[Problem details] Filter the records below for the word "seeded". Copy each line that holds it.

[Record extracts]
==*==
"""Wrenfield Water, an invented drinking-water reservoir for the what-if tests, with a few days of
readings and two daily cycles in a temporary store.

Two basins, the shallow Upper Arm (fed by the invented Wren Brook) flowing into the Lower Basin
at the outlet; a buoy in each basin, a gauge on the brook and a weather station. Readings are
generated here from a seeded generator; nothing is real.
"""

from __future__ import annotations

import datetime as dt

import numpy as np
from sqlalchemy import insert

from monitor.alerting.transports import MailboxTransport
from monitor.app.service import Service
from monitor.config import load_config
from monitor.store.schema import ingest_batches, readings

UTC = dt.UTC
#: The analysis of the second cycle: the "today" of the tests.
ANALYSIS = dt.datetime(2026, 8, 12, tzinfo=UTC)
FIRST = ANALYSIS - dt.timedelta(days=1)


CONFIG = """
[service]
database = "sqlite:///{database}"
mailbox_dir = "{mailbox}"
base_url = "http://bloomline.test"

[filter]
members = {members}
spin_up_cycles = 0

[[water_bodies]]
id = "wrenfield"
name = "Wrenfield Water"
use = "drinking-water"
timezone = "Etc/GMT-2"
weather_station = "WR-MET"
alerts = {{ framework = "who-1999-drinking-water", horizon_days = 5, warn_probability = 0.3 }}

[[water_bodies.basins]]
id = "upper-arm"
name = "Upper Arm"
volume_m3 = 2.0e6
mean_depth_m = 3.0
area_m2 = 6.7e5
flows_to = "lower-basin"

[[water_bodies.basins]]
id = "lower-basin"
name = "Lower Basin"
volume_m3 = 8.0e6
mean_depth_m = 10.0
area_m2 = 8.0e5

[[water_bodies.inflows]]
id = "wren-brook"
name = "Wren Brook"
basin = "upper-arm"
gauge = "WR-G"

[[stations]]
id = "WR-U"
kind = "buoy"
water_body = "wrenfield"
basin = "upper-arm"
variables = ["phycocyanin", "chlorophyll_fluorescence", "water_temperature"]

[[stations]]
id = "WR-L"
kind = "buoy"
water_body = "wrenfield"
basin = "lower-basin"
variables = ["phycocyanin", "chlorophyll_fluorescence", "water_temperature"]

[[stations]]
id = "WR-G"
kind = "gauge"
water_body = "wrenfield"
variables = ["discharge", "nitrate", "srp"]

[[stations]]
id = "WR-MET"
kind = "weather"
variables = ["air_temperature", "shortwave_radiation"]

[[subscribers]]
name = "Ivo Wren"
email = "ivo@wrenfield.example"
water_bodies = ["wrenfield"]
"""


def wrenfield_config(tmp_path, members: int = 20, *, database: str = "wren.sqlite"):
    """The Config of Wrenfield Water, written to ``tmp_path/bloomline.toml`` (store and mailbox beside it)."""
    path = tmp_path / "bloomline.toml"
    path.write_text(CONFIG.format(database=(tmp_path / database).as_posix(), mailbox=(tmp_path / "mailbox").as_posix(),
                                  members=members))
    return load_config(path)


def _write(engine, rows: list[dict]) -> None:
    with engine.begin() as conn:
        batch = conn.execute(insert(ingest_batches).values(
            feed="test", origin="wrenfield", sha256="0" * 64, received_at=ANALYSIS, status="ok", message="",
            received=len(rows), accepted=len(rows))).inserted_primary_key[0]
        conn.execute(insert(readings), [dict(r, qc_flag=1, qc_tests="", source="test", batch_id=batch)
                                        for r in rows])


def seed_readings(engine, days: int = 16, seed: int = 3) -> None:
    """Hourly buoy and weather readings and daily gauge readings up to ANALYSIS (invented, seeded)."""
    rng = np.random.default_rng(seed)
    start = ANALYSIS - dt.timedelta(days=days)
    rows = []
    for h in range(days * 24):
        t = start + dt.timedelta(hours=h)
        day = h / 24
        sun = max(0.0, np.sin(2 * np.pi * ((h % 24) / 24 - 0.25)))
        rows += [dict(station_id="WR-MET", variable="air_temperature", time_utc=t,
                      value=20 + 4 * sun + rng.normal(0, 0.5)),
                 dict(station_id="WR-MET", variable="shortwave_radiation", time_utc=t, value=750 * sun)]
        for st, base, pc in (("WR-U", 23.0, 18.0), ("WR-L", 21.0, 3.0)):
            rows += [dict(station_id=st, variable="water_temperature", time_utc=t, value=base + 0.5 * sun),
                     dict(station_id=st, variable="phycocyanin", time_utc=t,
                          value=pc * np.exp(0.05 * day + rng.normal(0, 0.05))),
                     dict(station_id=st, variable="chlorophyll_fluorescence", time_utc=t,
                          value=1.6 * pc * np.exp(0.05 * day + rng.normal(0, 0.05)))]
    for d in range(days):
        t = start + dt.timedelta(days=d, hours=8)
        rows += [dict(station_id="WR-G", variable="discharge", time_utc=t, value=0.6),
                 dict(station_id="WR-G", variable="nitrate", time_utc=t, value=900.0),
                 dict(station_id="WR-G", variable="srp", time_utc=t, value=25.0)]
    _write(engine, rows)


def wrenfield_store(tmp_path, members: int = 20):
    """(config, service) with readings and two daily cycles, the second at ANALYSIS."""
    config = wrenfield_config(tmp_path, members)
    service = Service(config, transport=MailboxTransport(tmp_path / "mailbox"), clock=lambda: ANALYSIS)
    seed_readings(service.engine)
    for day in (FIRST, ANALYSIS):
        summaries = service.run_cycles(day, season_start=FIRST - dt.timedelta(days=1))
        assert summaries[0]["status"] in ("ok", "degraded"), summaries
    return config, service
==*==
[Task output]
generated here from a seeded generator; nothing is real.
    """Hourly buoy and weather readings and daily gauge readings up to ANALYSIS (invented, seeded)."""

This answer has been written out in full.